Zhu Tengyi, Zhang Yu, Li Yi, Tao Tianyun, Tao Cuicui
School of Environmental Science and Engineering, Yangzhou University, Yangzhou 225127, Jiangsu, China.
School of Environmental Science and Engineering, Yangzhou University, Yangzhou 225127, Jiangsu, China.
J Hazard Mater. 2023 Oct 5;459:132320. doi: 10.1016/j.jhazmat.2023.132320. Epub 2023 Aug 18.
Root concentration factor (RCF) is a significant parameter to characterize uptake and accumulation of hazardous organic contaminants (HOCs) by plant roots. However, complex interactions among chemicals, plant roots and soil make it challenging to identify underlying mechanisms of uptake and accumulation of HOCs.
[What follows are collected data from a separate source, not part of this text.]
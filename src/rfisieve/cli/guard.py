"""Safety of an unattended night: the outdir lock, Snakemake's stale lock, leftover
temporary files, signals, and the memory advice shown before a run starts.

The outdir lock
---------------
A run holds ``<outdir>/.rfisieve-run.lock`` for its whole life: an exclusive
``flock`` on that file, which names the holder (host, pid, start time, checkout,
command).  A second run on the same outdir, from any checkout (``rfisieve run``, or
plain ``snakemake``: the Snakefile takes the same lock), refuses in one line naming
the holder.  The kernel drops a ``flock`` when its process dies, even by SIGKILL, so a
lock left by a dead process on this host is found free; the next run then says whose
it was and takes it.  A lock that names another host is never taken over: its holder
cannot be checked from here (remove the file by hand when that run is known dead).

Snakemake's own lock
--------------------
Snakemake keeps ``.snakemake/locks/`` in the checkout while it runs and deletes it when
it stops; after ``kill -9`` the lock stays and every retry fails.  :func:`clear_stale_snakemake_lock`
removes it only when no snakemake process runs in that checkout (never a live lock).

Signals
-------
:class:`ChildGuard` starts Snakemake in a session of its own and forwards SIGINT,
SIGTERM and SIGHUP to it as SIGINT (Snakemake then cancels its running jobs, and marks
their outputs incomplete so that the next run redoes them).  If it has not stopped
after :data:`GRACE_S` seconds, its whole process group gets SIGTERM, then SIGKILL.  On
Linux the child also gets SIGINT when ``rfisieve run`` itself dies (even by SIGKILL),
so no Snakemake is ever left orphaned.
"""

import contextlib
import datetime
import json
import os
import signal
import socket
import subprocess
import sys
import threading
import time
from pathlib import Path

from rfisieve.errors import RfisieveError

#: The outdir lock's file name.
LOCK_NAME = ".rfisieve-run.lock"

#: Seconds Snakemake gets to stop its jobs after a signal, before its group is killed.
GRACE_S = 60.0

_SIGNALS = (signal.SIGINT, signal.SIGTERM, signal.SIGHUP)


def say(message):
    """One line on stderr, as ``rfisieve run: ...``."""
    print(f"rfisieve run: {message}", file=sys.stderr, flush=True)


class OutdirLocked(RfisieveError):
    """Another run holds the outdir lock."""


def _now_utc():
    return datetime.datetime.now(datetime.timezone.utc).strftime("%Y-%m-%dT%H:%M:%SZ")


def _describe(holder):
    host = holder.get("host", "?")
    where = "this host" if host == socket.gethostname() else f"host {host}"
    text = f"pid {holder.get('pid', '?')} on {where}, started {holder.get('started_utc', '?')}"
    if holder.get("checkout"):
        text += f", checkout {holder['checkout']}"
    return text


class OutdirLock:
    """The exclusive lock of one outdir (see the module notes); a context manager.

    Parameters
    ----------
    outdir : path
        The run's output directory (created if missing).
    checkout : path, optional
        The repository checkout the run comes from (recorded for the message).
    allow_parent : bool
        Taken by the Snakemake that ``rfisieve run`` started: the lock held by the
        parent process counts as its own.
    """

    def __init__(self, outdir, checkout=None, allow_parent=False):
        self.outdir = Path(outdir).resolve()
        self.path = self.outdir / LOCK_NAME
        self.checkout = str(checkout) if checkout else None
        self.allow_parent = allow_parent
        self.fd = None
        self.stale = None  # the dead holder whose lock was taken over, if any

    def acquire(self):
        import fcntl

        self.outdir.mkdir(parents=True, exist_ok=True)
        for _ in range(10):
            fd = os.open(self.path, os.O_RDWR | os.O_CREAT, 0o644)
            try:
                fcntl.flock(fd, fcntl.LOCK_EX | fcntl.LOCK_NB)
            except BlockingIOError:
                holder = _read_holder(fd)
                os.close(fd)
                if self.allow_parent and holder.get("pid") == os.getppid() \
                        and holder.get("host") == socket.gethostname():
                    return self  # rfisieve run, our parent, holds it for us
                raise OutdirLocked(f"{self.outdir}: another run is using this output directory "
                                   f"({_describe(holder)}); wait for it to finish, or use another outdir") from None
            try:
                same = os.stat(self.path).st_ino == os.fstat(fd).st_ino
            except FileNotFoundError:
                same = False
            if not same:  # released and removed between our open and flock: try again
                os.close(fd)
                continue
            holder = _read_holder(fd)
            if holder and holder.get("host") not in (None, socket.gethostname()):
                os.close(fd)
                raise OutdirLocked(f"{self.outdir}: locked by a run on another host ({_describe(holder)}); "
                                   f"it cannot be checked from here: if that run is gone, remove {self.path}")
            if holder.get("pid"):
                self.stale = holder
            record = {"host": socket.gethostname(), "pid": os.getpid(), "started_utc": _now_utc(),
                      "checkout": self.checkout, "command": " ".join(sys.argv)}
            os.ftruncate(fd, 0)
            os.pwrite(fd, (json.dumps(record) + "\n").encode(), 0)
            os.fsync(fd)
            self.fd = fd
            return self
        raise OutdirLocked(f"{self.path}: the lock keeps changing hands; is another run starting?")

    def release(self):
        if self.fd is None:
            return
        with contextlib.suppress(FileNotFoundError):
            if os.stat(self.path).st_ino == os.fstat(self.fd).st_ino:
                os.unlink(self.path)  # while still holding it: a waiter then retries on a new file
        os.close(self.fd)
        self.fd = None

    def __enter__(self):
        return self.acquire()

    def __exit__(self, *exc):
        self.release()
        return False


def _read_holder(fd):
    try:
        data = os.pread(fd, 4096, 0).decode("utf-8", "replace").strip()
        return json.loads(data) if data else {}
    except (OSError, ValueError):
        return {}


def hold_outdir_lock_for_snakemake(outdir, checkout, unlock_snakemake=None):
    """Take the outdir lock for the life of this Snakemake process (the Snakefile's
    ``onstart``); a lock that ``rfisieve run`` (the parent) holds counts as ours.

    When another run holds it: one line, Snakemake's own lock released
    (``unlock_snakemake``), and exit status 2 before any job starts.
    """
    try:
        lock = OutdirLock(outdir, checkout, allow_parent=True).acquire()
    except OutdirLocked as err:
        print(f"rfisieve: error: {err}", file=sys.stderr, flush=True)
        if unlock_snakemake is not None:
            unlock_snakemake()
        os._exit(2)  # from Snakemake's onstart: no traceback, and no job started
    if lock.stale:
        print(f"rfisieve: removed the stale lock of {lock.outdir} (held by {_describe(lock.stale)}, "
              "no longer running)", file=sys.stderr, flush=True)
    _HELD.append(lock)  # released by the kernel when snakemake exits
    return lock


_HELD = []


# -- Snakemake's lock -------------------------------------------------------------
def snakemake_processes_in(checkout):
    """PIDs of snakemake processes whose working directory is ``checkout`` (other than us).

    A process whose directory cannot be read counts (never clear a lock that might be live).
    """
    import psutil

    from rfisieve.cli.snakemake_process import MODULE

    names = ("snakemake", MODULE)  # plain snakemake, or as rfisieve run starts it
    root = os.path.realpath(checkout)
    found = []
    for proc in psutil.process_iter(["pid", "cmdline"]):
        try:
            cmd = proc.info["cmdline"] or []
            if proc.pid == os.getpid() or not any(os.path.basename(c) in names for c in cmd[:3]):
                continue
            directory = None
            for flag in ("--directory", "-d"):
                if flag in cmd[:-1]:
                    directory = cmd[cmd.index(flag) + 1]
            try:
                cwd = proc.cwd()
            except psutil.AccessDenied:
                found.append(proc.pid)
                continue
            where = os.path.realpath(os.path.join(cwd, directory) if directory else cwd)
            if where == root:
                found.append(proc.pid)
        except (psutil.NoSuchProcess, psutil.ZombieProcess):
            continue
    return found


def clear_stale_snakemake_lock(checkout):
    """Remove ``<checkout>/.snakemake/locks`` when no snakemake runs in ``checkout``.

    Returns "cleared", "live" (left alone: a snakemake runs there) or None (no lock).
    """
    locks = Path(checkout) / ".snakemake" / "locks"
    if not locks.is_dir() or not any(locks.iterdir()):
        return None
    live = snakemake_processes_in(checkout)
    if live:
        say(f"snakemake (pid {', '.join(map(str, live))}) is running in {checkout}: its lock is left alone")
        return "live"
    for path in locks.iterdir():
        with contextlib.suppress(FileNotFoundError):
            path.unlink()
    say(f"cleared Snakemake's stale lock in {locks} (left by a run that was killed; no snakemake "
        "runs in this checkout now)")
    return "cleared"


# -- leftovers ---------------------------------------------------------------------
def remove_leftovers(outdir):
    """Remove hidden temporary files of outputs that killed runs left in ``outdir``."""
    from rfisieve.io.atomic import remove_partials

    removed = remove_partials(outdir)
    if removed:
        say(f"removed {len(removed)} temporary file{'s' if len(removed) != 1 else ''} left by an "
            f"interrupted run in {outdir}")
    return removed


# -- signals -----------------------------------------------------------------------
def _die_with_parent():  # pragma: no cover - runs in the child between fork and exec
    """preexec_fn: on Linux, SIGINT to this process when its parent dies."""
    try:
        import ctypes

        libc = ctypes.CDLL(None, use_errno=True)
        libc.prctl(1, signal.SIGINT)  # PR_SET_PDEATHSIG
    except (OSError, AttributeError):
        pass


class ChildGuard:
    """Start a child (Snakemake) in its own session and stop it cleanly on a signal.

    Use as ``with ChildGuard() as guard: proc = guard.start(cmd, cwd=...); ...``.  While
    the block runs, SIGINT, SIGTERM and SIGHUP are forwarded to the child as SIGINT; the
    child's process group is killed if it does not stop within ``grace`` seconds.
    ``guard.signal`` is the first signal received (None if none).
    """

    def __init__(self, grace=GRACE_S):
        self.grace = grace
        self.proc = None
        self.signal = None
        self._old = {}
        self._timer = None

    def start(self, cmd, **kwargs):
        preexec = _die_with_parent if sys.platform.startswith("linux") else None
        self.proc = subprocess.Popen(cmd, start_new_session=True, preexec_fn=preexec, **kwargs)
        return self.proc

    def _handler(self, signum, frame):
        first = self.signal is None
        if first:
            self.signal = signum
        proc = self.proc
        if proc is None or proc.poll() is not None:
            return
        if first:
            say(f"got {signal.Signals(signum).name}: stopping snakemake and its jobs (finished scans are kept; "
                "run the same command again to finish the night)")
            with contextlib.suppress(ProcessLookupError):
                proc.send_signal(signal.SIGINT)
            self._timer = threading.Timer(self.grace, self._escalate)
            self._timer.daemon = True
            self._timer.start()
        else:  # a second signal: do not wait any longer
            self._escalate()

    def _escalate(self):
        proc = self.proc
        for sig in (signal.SIGTERM, signal.SIGKILL):
            if proc.poll() is not None:
                return
            say(f"snakemake did not stop: sending {signal.Signals(sig).name} to its process group")
            with contextlib.suppress(ProcessLookupError, PermissionError):
                os.killpg(proc.pid, sig)
            deadline = time.monotonic() + 5
            while proc.poll() is None and time.monotonic() < deadline:
                time.sleep(0.1)

    def __enter__(self):
        if threading.current_thread() is threading.main_thread():
            for sig in _SIGNALS:
                self._old[sig] = signal.signal(sig, self._handler)
        return self

    def __exit__(self, *exc):
        if self.proc is not None and self.proc.poll() is None:  # an error in the block
            with contextlib.suppress(ProcessLookupError):
                self.proc.send_signal(signal.SIGINT)
            try:
                self.proc.wait(self.grace)
            except subprocess.TimeoutExpired:
                self._escalate()
        if self._timer is not None:
            self._timer.cancel()
        for sig, old in self._old.items():
            signal.signal(sig, old)
        return False

    def check(self):
        """Raise the one-line 'interrupted' error when a signal stopped the run."""
        if self.signal is not None:
            name = signal.Signals(self.signal).name
            raise Interrupted(f"interrupted by {name}; run the same command again to finish the run "
                              "(finished scans are kept)", 128 + int(self.signal))


class Interrupted(RfisieveError):
    """The run was stopped by a signal; ``status`` is 128 + the signal number."""

    def __init__(self, message, status):
        super().__init__(message)
        self.status = status


# -- memory advice -------------------------------------------------------------------
def jobs_at_once(cores, run):
    """Detect jobs Snakemake runs at once on this machine: ``cores // workers`` (one core
    per job when the chunks run on a dask.distributed cluster)."""
    threads = 1 if str(run.get("scheduler", "")).startswith("tcp://") else max(1, int(run.get("workers") or 1))
    return max(1, int(cores) // threads)


def memory_advice(paths, run, bands_dir, cores):
    """Show in the terminal, before the night starts, each scan whose chunks would not fit
    in a job's share of memory (the advice the detect job would otherwise give only in
    its log).  Scans that cannot be read are left to the workflow, which reports them."""
    from rfisieve.config import load as config
    from rfisieve.engine.executor import memory_advice as advice_for
    from rfisieve.engine.plan import detect_halo, merge_halo
    from rfisieve.errors import RfisieveError as _Error
    from rfisieve.io import scan as io

    jobs = jobs_at_once(cores, run)
    shown = []
    for path in paths:
        try:
            with io.open_scan(path, run.get("layout")) as scan:
                band, _ = config.load_band(bands_dir, scan.band)
                chunk = min(int(run["chunk_dumps"]), max(b - a for a, b in scan.segments))
                text = advice_for(scan, chunk, detect_halo(band, scan) + merge_halo(band), jobs)
        except (_Error, OSError):
            continue
        if text:
            say(f"warning: {text}")
            shown.append(text)
    return shown
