def _read_plan(path):
    if not path:
        return None
    try:
        with open(path, encoding="utf-8") as fh:
            return json.load(fh)
    except (OSError, ValueError) as err:
        raise RfisieveError(f"{path}: cannot read the plan ({err}); rerun `rfisieve plan`") from None


def cmd_detect(args):
    from rfisieve import engine

    run = _run_settings(args)
    band, _ = _band_settings(args, args.scan, run)
    plan = _read_plan(args.plan)
    if args.jobs_at_once < 1:
        raise ConfigError("--jobs-at-once", f"{args.jobs_at_once}: expected a whole number >= 1")
    engine.detect(args.scan, args.out, args.detector, band, run, plan=plan, jobs=args.jobs_at_once,
                  progress=_Progress(f"detect {args.detector} {os.path.basename(args.scan)}"))
    return 0


def cmd_merge(args):
    from rfisieve import engine

    run = _run_settings(args)
    band, source = _band_settings(args, args.scan, run)
    engine.merge(args.scan, args.partial, args.out, band, run, band_source=source,
                 progress=_Progress(f"merge {os.path.basename(args.scan)}"))
    return 0


# -- inspect -------------------------------------------------------------------
def _utc(t):
    from rfisieve.textfmt import utc_iso

    return utc_iso(t)


def _upstream_fraction(scan, step=1024):
    if not scan.has_flags:
        return None
    flagged = 0
    for start in range(0, scan.ntime, step):
        flagged += int(scan.read(start, start + step, what=("flags",))["flags"].sum())
    return flagged / (scan.ntime * scan.nchan * scan.nprod)


def _products_text(names, limit=6):
    if not names:
        return "none"
    shown = ", ".join(names[:limit])
    return f"{len(names)} ({shown}{', ...' if len(names) > limit else ''})"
Here, nine machine learning techniques were applied to investigate major factors controlling RCF based on variable combinations of molecular descriptors (MD), MACCS fingerprints, quantum chemistry descriptors (QCD) and three physicochemical properties related to chemical-soil-plant system. Compared to models with variables including MACCS fingerprints or solitary physicochemical properties, the XGBoost-6 model developed by the variable combination of MD, QCD and three physicochemical properties achieved the most remarkable performance, with R of 0.977. Model interpretation achieved by permutation variable importance and partial dependence plots revealed the vital importance of HOCs lipophilicity, lipid content of plant roots, soil organic matter content, the overall deformability and the molecular dispersive ability of HOCs for regulating RCF. The integration of MD and QCD with physicochemical properties could improve our knowledge of underlying mechanisms regarding HOCs accumulation in plant roots from innovative structural perspectives. Multiple variables combination-oriented performance improvement of model can be extended to other parameters prediction in environmental risk assessment field.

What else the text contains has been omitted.